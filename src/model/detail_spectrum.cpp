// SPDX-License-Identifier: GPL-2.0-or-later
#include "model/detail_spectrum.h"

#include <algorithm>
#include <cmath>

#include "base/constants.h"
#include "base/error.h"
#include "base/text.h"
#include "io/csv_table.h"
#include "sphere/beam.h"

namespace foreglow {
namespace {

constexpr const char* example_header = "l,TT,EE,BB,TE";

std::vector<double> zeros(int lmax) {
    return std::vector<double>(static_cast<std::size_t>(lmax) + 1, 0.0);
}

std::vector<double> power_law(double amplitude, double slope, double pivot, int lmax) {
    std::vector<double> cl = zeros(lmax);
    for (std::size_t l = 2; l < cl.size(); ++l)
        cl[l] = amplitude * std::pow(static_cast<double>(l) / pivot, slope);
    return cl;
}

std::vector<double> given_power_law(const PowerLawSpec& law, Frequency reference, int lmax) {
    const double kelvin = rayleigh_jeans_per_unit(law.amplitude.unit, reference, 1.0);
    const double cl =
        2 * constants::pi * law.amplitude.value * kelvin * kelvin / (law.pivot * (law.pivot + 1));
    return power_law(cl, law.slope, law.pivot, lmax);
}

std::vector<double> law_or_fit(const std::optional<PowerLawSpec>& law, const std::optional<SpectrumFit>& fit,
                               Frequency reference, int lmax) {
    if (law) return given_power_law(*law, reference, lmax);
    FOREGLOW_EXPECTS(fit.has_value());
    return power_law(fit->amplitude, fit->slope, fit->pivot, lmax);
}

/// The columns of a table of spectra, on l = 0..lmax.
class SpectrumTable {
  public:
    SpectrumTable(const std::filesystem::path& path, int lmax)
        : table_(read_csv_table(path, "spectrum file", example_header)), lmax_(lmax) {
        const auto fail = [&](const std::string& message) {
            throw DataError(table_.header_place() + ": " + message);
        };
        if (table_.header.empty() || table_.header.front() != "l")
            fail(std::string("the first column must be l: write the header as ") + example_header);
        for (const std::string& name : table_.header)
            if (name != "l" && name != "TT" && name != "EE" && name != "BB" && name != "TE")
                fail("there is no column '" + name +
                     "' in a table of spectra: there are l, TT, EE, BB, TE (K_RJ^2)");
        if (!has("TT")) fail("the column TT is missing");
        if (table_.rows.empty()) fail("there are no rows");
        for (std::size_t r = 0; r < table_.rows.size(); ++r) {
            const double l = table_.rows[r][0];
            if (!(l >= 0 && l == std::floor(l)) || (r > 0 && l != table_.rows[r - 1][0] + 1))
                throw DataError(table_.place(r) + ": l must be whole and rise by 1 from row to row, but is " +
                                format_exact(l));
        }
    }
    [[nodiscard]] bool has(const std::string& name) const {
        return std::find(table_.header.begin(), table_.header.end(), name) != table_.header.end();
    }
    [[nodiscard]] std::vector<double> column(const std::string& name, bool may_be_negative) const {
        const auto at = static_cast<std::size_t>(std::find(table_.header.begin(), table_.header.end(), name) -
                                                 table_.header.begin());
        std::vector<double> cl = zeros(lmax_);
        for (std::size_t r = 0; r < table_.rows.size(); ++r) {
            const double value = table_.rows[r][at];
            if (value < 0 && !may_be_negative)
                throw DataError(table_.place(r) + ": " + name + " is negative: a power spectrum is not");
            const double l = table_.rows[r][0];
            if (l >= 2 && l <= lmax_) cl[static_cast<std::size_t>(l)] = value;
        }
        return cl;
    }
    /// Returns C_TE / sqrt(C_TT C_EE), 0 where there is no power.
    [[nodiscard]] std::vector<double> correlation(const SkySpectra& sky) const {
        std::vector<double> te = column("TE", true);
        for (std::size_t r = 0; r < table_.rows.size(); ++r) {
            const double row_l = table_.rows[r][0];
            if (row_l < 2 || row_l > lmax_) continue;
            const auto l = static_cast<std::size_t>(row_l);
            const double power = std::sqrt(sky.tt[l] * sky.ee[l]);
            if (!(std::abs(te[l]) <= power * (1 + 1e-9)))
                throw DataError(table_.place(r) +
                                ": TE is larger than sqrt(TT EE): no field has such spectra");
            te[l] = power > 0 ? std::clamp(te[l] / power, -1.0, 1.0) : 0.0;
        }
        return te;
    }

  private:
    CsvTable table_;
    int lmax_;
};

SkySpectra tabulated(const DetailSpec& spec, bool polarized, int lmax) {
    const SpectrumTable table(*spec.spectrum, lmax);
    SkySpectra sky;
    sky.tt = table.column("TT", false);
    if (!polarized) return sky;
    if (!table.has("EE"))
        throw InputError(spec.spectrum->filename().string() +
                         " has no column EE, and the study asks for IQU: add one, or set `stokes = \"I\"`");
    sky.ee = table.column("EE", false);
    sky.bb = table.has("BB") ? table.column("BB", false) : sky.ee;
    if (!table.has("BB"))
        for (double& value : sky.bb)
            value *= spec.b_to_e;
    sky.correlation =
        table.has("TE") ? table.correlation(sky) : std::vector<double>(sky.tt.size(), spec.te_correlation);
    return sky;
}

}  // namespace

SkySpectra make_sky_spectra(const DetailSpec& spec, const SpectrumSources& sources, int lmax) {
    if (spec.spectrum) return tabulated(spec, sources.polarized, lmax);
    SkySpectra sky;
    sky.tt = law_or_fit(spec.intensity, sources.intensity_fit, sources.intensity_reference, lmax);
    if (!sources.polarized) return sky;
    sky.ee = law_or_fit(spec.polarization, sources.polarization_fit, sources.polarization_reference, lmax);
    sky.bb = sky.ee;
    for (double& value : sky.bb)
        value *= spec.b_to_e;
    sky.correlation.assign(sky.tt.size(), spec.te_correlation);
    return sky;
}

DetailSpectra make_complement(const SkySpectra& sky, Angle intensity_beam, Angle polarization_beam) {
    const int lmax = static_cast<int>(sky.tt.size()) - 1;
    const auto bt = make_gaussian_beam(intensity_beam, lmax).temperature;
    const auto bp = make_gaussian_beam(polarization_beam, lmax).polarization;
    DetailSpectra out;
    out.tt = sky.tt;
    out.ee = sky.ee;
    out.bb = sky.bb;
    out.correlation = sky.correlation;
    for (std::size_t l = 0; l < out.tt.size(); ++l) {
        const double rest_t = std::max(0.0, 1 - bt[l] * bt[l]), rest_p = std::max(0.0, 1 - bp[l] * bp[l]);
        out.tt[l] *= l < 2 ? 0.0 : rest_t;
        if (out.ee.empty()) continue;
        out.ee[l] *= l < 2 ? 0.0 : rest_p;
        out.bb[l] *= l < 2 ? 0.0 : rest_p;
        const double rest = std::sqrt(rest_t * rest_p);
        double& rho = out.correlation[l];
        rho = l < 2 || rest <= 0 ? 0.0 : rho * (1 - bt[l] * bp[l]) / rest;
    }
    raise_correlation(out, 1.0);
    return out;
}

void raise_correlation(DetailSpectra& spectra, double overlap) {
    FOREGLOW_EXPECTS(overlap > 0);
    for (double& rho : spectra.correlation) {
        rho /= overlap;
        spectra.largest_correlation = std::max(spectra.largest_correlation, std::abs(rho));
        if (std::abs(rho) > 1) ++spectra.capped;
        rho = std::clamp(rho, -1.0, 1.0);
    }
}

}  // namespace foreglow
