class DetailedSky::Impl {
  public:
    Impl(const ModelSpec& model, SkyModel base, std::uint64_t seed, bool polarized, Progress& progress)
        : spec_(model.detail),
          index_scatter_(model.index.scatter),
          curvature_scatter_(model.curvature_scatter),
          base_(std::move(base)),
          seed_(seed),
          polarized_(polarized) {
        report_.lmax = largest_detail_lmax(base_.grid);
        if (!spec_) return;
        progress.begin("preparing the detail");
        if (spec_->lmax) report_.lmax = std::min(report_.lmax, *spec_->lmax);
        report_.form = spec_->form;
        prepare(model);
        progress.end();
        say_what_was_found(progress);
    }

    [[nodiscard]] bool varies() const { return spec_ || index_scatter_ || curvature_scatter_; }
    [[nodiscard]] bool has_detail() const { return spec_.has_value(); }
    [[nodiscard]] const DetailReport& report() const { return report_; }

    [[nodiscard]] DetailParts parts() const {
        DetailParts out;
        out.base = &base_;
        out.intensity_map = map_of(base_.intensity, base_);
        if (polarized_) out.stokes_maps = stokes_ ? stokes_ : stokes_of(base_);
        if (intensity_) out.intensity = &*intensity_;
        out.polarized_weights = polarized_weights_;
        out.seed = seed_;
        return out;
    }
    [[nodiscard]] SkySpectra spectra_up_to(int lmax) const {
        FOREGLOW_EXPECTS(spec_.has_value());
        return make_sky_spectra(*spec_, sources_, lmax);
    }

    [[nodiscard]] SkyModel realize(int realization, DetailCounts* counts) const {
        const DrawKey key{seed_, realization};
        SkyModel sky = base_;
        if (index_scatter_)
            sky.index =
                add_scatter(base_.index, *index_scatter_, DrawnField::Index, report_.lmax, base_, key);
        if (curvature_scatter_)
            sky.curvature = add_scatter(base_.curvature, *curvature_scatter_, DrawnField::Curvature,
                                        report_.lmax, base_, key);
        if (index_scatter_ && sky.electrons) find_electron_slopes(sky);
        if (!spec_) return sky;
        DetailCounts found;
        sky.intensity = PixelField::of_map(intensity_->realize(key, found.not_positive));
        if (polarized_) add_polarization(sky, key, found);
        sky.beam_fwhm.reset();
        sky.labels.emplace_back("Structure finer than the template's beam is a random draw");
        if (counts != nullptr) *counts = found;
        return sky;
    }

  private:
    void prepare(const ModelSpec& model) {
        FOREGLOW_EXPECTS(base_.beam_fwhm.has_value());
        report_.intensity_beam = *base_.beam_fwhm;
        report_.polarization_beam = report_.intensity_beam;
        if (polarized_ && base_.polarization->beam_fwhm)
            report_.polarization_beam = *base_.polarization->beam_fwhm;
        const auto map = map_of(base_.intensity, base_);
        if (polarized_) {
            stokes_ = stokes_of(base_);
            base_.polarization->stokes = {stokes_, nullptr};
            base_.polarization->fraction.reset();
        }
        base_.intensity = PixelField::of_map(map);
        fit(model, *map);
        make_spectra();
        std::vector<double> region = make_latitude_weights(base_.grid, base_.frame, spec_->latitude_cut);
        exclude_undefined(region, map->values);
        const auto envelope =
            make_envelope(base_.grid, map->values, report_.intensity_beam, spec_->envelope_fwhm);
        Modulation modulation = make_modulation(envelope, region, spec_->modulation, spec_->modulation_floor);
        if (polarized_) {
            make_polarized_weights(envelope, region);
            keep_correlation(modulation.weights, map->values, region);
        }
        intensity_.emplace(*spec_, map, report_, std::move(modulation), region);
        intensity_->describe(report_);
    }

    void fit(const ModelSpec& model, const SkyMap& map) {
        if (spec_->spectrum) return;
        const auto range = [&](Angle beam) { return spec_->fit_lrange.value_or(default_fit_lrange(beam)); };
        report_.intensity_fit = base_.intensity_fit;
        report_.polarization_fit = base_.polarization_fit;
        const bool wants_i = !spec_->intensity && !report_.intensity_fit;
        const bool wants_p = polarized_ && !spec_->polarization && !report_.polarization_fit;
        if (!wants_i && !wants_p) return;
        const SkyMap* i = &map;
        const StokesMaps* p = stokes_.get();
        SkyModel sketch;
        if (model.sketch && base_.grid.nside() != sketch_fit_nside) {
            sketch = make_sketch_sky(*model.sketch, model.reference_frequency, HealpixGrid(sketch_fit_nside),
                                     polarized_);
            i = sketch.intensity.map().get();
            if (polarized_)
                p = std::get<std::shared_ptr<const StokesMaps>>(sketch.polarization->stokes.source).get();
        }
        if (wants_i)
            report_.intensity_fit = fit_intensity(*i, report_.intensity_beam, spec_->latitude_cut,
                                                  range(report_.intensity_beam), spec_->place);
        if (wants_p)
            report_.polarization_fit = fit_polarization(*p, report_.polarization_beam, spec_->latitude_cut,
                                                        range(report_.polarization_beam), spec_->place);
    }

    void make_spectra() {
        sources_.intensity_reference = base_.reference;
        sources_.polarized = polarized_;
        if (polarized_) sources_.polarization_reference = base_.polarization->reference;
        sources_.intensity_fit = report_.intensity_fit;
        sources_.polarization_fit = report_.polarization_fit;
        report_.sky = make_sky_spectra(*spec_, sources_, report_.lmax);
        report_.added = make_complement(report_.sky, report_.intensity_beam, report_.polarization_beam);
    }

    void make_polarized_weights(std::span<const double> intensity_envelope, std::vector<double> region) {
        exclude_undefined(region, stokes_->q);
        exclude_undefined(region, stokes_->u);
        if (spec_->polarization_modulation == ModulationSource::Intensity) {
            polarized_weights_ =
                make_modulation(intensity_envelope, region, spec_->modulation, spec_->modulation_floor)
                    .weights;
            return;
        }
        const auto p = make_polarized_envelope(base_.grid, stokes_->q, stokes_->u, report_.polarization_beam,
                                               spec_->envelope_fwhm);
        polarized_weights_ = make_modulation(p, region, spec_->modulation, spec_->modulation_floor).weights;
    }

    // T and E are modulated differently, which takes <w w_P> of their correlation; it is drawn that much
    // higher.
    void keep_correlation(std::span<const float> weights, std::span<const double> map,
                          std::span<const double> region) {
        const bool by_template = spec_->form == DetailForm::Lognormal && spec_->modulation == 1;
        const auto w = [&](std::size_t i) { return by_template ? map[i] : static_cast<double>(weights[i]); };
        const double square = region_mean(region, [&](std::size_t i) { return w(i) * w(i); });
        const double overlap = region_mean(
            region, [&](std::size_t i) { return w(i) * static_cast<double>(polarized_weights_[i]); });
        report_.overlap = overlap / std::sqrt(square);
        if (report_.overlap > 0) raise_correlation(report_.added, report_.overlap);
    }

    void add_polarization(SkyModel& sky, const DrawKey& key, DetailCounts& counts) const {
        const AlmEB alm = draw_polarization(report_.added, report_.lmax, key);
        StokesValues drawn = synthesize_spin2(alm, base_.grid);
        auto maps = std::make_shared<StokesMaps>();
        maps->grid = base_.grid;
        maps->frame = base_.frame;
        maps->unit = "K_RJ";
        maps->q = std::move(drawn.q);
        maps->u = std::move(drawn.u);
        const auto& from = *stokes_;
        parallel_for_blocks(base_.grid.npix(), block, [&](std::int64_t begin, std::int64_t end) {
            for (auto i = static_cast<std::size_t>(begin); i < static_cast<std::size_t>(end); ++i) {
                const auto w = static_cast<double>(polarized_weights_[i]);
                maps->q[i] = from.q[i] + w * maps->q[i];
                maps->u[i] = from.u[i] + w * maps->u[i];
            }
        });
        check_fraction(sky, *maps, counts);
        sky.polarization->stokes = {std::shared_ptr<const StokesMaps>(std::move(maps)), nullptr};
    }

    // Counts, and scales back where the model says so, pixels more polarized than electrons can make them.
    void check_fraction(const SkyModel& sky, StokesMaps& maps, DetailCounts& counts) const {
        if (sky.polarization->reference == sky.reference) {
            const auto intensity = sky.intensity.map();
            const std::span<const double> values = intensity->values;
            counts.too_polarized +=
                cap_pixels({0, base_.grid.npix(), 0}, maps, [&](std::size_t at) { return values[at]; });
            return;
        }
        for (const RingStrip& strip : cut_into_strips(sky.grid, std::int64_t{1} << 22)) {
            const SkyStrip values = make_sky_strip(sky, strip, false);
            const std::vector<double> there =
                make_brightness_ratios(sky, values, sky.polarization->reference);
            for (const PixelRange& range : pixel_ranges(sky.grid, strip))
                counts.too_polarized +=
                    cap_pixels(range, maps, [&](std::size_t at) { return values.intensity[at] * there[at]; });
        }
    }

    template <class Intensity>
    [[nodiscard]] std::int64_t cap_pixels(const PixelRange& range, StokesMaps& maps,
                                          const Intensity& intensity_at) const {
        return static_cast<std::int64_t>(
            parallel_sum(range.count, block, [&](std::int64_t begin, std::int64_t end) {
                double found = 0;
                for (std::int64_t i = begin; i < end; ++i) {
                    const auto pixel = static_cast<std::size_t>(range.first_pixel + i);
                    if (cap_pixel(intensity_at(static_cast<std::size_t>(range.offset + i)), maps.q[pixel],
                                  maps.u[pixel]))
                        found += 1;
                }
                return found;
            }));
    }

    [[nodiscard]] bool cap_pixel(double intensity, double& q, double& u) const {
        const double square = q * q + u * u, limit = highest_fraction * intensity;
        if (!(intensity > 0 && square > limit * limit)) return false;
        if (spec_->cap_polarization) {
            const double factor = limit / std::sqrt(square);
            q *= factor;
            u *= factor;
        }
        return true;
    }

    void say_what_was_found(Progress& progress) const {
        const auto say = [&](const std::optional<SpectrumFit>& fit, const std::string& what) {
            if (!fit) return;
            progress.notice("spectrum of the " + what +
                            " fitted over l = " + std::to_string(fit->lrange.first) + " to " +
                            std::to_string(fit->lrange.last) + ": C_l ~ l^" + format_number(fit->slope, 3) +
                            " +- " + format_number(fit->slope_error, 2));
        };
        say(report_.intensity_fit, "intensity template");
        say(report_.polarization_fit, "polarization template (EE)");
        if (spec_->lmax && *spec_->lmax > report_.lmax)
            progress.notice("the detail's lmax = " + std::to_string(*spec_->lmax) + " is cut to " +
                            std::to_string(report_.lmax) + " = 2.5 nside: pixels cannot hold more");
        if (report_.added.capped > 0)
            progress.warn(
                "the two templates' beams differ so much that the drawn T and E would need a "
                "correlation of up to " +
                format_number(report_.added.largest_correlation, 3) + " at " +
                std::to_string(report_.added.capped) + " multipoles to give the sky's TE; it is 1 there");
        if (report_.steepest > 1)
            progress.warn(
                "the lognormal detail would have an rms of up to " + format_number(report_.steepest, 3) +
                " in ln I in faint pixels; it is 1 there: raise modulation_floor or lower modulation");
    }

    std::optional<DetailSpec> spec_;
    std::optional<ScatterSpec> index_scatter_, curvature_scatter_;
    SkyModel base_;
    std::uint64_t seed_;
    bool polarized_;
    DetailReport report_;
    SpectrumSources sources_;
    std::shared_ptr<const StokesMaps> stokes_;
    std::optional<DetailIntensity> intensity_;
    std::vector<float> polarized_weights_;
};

++++++++++

== WHAT IS EXPECTED ==
Please give an exact copy of the entries above, from the line with "say_what_was_found(progress);" down to the line with "if (curvature_scatter_)", inclusive, and nothing else.

== RESPONSE TO THE EXERCISE ==
        say_what_was_found(progress);
    }

    [[nodiscard]] bool varies() const { return spec_ || index_scatter_ || curvature_scatter_; }
    [[nodiscard]] bool has_detail() const { return spec_.has_value(); }
    [[nodiscard]] const DetailReport& report() const { return report_; }

    [[nodiscard]] DetailParts parts() const {
        DetailParts out;
        out.base = &base_;
        out.intensity_map = map_of(base_.intensity, base_);
        if (polarized_) out.stokes_maps = stokes_ ? stokes_ : stokes_of(base_);
        if (intensity_) out.intensity = &*intensity_;
        out.polarized_weights = polarized_weights_;
        out.seed = seed_;
        return out;
    }
    [[nodiscard]] SkySpectra spectra_up_to(int lmax) const {
        FOREGLOW_EXPECTS(spec_.has_value());
        return make_sky_spectra(*spec_, sources_, lmax);
    }

    [[nodiscard]] SkyModel realize(int realization, DetailCounts* counts) const {
        const DrawKey key{seed_, realization};
        SkyModel sky = base_;
        if (index_scatter_)
            sky.index =
                add_scatter(base_.index, *index_scatter_, DrawnField::Index, report_.lmax, base_, key);
        if (curvature_scatter_)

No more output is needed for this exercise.